RAW DATA START
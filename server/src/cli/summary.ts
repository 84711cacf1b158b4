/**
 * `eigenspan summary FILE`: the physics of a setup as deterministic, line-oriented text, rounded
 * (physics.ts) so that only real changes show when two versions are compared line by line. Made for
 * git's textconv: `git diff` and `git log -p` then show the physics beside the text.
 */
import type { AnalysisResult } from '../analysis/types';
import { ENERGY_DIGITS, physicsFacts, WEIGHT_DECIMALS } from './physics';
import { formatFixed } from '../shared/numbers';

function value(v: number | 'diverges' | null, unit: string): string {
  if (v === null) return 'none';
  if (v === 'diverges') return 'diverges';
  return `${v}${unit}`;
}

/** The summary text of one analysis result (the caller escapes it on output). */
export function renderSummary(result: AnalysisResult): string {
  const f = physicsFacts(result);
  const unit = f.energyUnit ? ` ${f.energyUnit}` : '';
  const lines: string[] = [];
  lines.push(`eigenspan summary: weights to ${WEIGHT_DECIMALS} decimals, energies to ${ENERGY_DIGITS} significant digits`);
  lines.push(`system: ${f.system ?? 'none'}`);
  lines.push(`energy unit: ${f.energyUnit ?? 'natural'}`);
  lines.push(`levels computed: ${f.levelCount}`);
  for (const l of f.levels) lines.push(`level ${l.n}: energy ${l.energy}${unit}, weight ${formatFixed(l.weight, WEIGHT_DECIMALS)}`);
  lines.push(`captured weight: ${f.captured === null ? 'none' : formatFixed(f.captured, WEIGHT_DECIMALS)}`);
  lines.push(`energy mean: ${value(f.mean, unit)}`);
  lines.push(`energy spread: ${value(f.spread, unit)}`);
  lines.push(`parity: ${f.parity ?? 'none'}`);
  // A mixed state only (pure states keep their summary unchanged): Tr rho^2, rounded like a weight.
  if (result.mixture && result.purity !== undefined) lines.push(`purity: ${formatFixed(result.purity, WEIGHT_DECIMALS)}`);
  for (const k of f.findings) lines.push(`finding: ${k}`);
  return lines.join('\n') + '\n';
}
RAW DATA END
RAW DATA START
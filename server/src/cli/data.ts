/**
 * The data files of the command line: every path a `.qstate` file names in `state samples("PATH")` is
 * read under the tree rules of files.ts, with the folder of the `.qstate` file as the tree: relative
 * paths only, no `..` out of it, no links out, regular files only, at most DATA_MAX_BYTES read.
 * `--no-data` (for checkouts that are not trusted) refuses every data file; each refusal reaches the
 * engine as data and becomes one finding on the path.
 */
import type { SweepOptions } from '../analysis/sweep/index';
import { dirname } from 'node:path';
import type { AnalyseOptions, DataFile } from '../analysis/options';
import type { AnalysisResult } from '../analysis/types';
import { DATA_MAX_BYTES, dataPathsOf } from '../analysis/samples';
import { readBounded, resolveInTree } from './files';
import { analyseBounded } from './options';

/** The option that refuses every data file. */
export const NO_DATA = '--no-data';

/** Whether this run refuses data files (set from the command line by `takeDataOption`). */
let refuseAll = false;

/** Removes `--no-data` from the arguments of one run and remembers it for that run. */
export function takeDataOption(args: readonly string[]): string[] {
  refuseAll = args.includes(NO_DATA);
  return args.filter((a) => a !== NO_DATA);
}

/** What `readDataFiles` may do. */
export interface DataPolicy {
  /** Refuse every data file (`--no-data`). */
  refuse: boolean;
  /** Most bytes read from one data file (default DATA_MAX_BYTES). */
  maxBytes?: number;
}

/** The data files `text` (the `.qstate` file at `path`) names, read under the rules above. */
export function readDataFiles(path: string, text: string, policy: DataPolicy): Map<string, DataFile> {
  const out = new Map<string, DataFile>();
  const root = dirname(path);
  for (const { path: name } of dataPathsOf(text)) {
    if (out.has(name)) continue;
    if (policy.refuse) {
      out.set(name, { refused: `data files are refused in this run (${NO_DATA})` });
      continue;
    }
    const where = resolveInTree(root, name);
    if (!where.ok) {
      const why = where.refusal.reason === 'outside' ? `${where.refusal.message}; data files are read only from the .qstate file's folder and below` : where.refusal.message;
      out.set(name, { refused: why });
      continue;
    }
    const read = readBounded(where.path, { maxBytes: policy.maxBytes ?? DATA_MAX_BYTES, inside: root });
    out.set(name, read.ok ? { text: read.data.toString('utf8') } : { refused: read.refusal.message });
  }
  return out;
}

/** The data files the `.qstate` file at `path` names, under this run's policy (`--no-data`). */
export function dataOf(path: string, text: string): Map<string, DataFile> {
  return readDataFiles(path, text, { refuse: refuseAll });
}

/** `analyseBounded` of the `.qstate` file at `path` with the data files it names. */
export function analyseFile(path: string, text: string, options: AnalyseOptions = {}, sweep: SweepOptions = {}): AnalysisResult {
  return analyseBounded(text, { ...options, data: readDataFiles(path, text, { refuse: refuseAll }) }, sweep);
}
RAW DATA END
→ TASK ITEM: Check each line of the records for the word "energyUnit" and extract those that contain it.

→ RESPONSE TO THIS EXERCISE:
  const unit = f.energyUnit ? ` ${f.energyUnit}` : '';
  lines.push(`energy unit: ${f.energyUnit ?? 'natural'}`);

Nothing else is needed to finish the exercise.